Really? It's paid by the taxpayer, either by paying directly to the government for those not receiving SS benefits or by choice, or it is withheld from benefits. Either way, the taxpayer is paying premiums out of otherwise available resources.
It hasn't been an issue in years and won't be challenged. IRS Chief Counsel issued its legal interpretation for use by IRS personnel back in 2012 that addressed this and stated that Medicare coverage for the self-employed person AND spouse are eligible.
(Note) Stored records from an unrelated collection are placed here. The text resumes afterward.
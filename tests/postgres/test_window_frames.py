# SPDX-License-Identifier: MIT
# ctest-labels: postgres
"""Sliding window frames in PostgreSQL give the SQLite module's answers, row by row.

The seeded table (seeded_sales.py, 30,000 rows) in both engines; each query
slides frames of ROWS and of RANGE over every shop's and item's rows in x
order. Sources: every expected value is the SQLite module's answer to the same
query (`# oracle: almanac.so in sqlite3`); exact functions compare bit for bit,
resid_sd, slope_stderr and ewma within 1e-12 relative. That the sliding
aggregates have inverse transitions (MSFUNC/MINVFUNC) is read from
PostgreSQL's own catalog (pg_aggregate.aggminvtransfn).
"""
import pytest

import engine_answers
import seeded_sales
from pg_servers import almanac_server

ROWS = 30_000
SLIDING = ("exact_sum", "moving_mean", "median", "resid_sd", "slope_stderr", "ewma")
EXACT = ("exact_sum(amount) OVER w, exact_sum(qty) OVER w, moving_mean(amount) OVER w, moving_mean(amount, 5) OVER w, "
         "median(amount) OVER w")
# DESIGN lets these recompute their frame, so they slide over short frames only.
RECOMPUTING = "mad(amount) OVER w, theil_sen_slope(amount, x) OVER w, mann_kendall_p(amount, x) OVER w, " \
              "theil_sen_slope(amount, x, dow) OVER w"
CLOSE = "resid_sd(amount, x) OVER w, slope_stderr(amount, x) OVER w, ewma(amount, x, 86400.0) OVER w, ewma(amount, {t}, '3 days') OVER w"
FRAMES = {  # name: (frame, short enough to recompute)
    "20 preceding": ("ROWS BETWEEN 20 PRECEDING AND CURRENT ROW", True),
    "5 around": ("ROWS BETWEEN 5 PRECEDING AND 5 FOLLOWING", True),
    "ahead": ("ROWS BETWEEN 1 FOLLOWING AND 12 FOLLOWING", True),
    "a week of x": ("RANGE BETWEEN 604800 PRECEDING AND CURRENT ROW", True),
    "growing": ("ROWS BETWEEN UNBOUNDED PRECEDING AND CURRENT ROW", False),
    "a thousand": ("ROWS BETWEEN 1000 PRECEDING AND 10 PRECEDING", False),
}


@pytest.fixture(scope="module")
def rows():
    return seeded_sales.generate(ROWS, seed=77)


@pytest.fixture(scope="module")
def lite(rows):
    with seeded_sales.sqlite_sales(rows) as connection:
        yield connection


@pytest.fixture(scope="module")
def pg(rows):
    with almanac_server("windows", rows) as connection:
        yield connection


def test_sliding_aggregates_have_inverse_transitions(pg):
    with pg.cursor() as cursor:
        cursor.execute("SELECT p.proname, a.aggmtransfn::oid <> 0, a.aggminvtransfn::oid <> 0 FROM pg_aggregate a "
                       "JOIN pg_proc p ON p.oid = a.aggfnoid WHERE p.proname = ANY(%s)", (list(SLIDING),))
        found = cursor.fetchall()
    # source: PostgreSQL's catalog pg_aggregate (aggmtransfn, aggminvtransfn: the moving-aggregate mode)
    assert {name for name, _, _ in found} == set(SLIDING)
    lacking = sorted({name for name, moving, inverse in found if not (moving and inverse)})
    assert not lacking, f"aggregates without a moving-aggregate inverse: {lacking}"


@pytest.mark.parametrize("frame", FRAMES)
def test_frames(lite, pg, frame):
    clause, short = FRAMES[frame]
    window = f"WINDOW w AS (PARTITION BY shop, item ORDER BY x {clause})"
    exact = f"{EXACT}, {RECOMPUTING}" if short else EXACT
    first_close = 1 + exact.count(" OVER w")
    query = f"SELECT id, {exact}, {CLOSE} FROM sales {window} ORDER BY id"
    expected = lite.execute(query.format(t="ts_text")).fetchall()
    with pg.cursor() as cursor:
        cursor.execute(query.format(t="ts"))
        got = cursor.fetchall()
    # oracle: almanac.so in sqlite3, the same window query
    assert len(expected) == ROWS
    compared = engine_answers.compare(f"frame {frame}", expected, got, inexact=range(first_close, first_close + 4))
    print(f"frame {frame}: {compared} values compared")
Chief Counsel Advice (CCA) 201228037 http://www.irs.gov/pub/irs-wd/1228037.pdf
JoA article from 2012 in explanation. https://www.journalofaccountancy.com/news/2012/jul/20126051.html
Also, it's now clearly addressed in the Form 1040 instructions for line 29 that this IS eligible for inclusion in the calculation of SEHI.
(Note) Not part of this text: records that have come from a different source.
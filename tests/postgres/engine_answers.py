# SPDX-License-Identifier: MIT
"""Comparing the answers of two engines, value by value.

The SQLite module's answers are the reference for almanac's functions in
PostgreSQL: the same core computes both, so an exact function must give the
same bits and any other the same value within 1e-12 relative.
Values are made comparable first: PostgreSQL's numeric (extract(epoch ...))
becomes a float when it has a fraction, an int otherwise; Decimal and int
compare exactly; floats compare by their bits (so -0.0 is not 0.0).
"""
import decimal
import math
import struct

RELATIVE = 1e-12


def plain(value):
    if isinstance(value, decimal.Decimal):
        return int(value) if value == value.to_integral_value() else float(value)
    if isinstance(value, bool):
        return int(value)
    return value


def bits(value):
    return struct.pack("<d", value)


def same(a, b, exact=True):
    a, b = plain(a), plain(b)
    if a is None or b is None:
        return a is None and b is None
    if isinstance(a, float) or isinstance(b, float):
        if isinstance(a, str) or isinstance(b, str):
            return False
        if exact:
            return bits(float(a)) == bits(float(b)) and type(a) is type(b)
        if a == b:
            return True
        return math.isfinite(a) and math.isfinite(b) and abs(a - b) <= RELATIVE * max(abs(a), abs(b))
    return a == b and type(a) is type(b)


def compare(name, sqlite_rows, pg_rows, inexact=(), numeric_ok=False):
    """Row lists in the same order; columns named in inexact compare within 1e-12 relative.

    Returns the number of values compared; raises AssertionError naming the first
    differences. numeric_ok: an int of one side may equal a float of the other
    (for results whose SQL type differs between the engines, such as an epoch).
    """
    assert len(sqlite_rows) == len(pg_rows), f"{name}: SQLite gave {len(sqlite_rows)} rows, PostgreSQL {len(pg_rows)}"
    differences = []
    compared = 0
    for i, (s, p) in enumerate(zip(sqlite_rows, pg_rows)):
        assert len(s) == len(p), f"{name}: row {i} has {len(s)} columns in SQLite, {len(p)} in PostgreSQL"
        for column, (a, b) in enumerate(zip(s, p)):
            compared += 1
            a_, b_ = plain(a), plain(b)
            if numeric_ok and isinstance(a_, (int, float)) and isinstance(b_, (int, float)) \
                    and not isinstance(a_, bool) and float(a_) == float(b_) and a_ == b_:
                continue
            if not same(a, b, exact=column not in inexact):
                differences.append(f"row {i} column {column}: SQLite {a!r}, PostgreSQL {b!r} (row {s!r} / {p!r})")
    assert not differences, f"{name}: {len(differences)} of {compared} values differ:\n" + "\n".join(differences[:10])
    return compared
IRS statement on use of CCAs from IRS website:
If by second policy you mean that a TP has 2 (non-medicare, non-medigap) health policies, then there are specific rules and 2 separate worksheets need to be completed for the SEHI.
If, by the above statement that you are referring to MediGAP as secondary coverage to Medicare, that is eligible for inclusion in the SEHI calculation, as are other policies for dental, vision, drugs, and long-term care.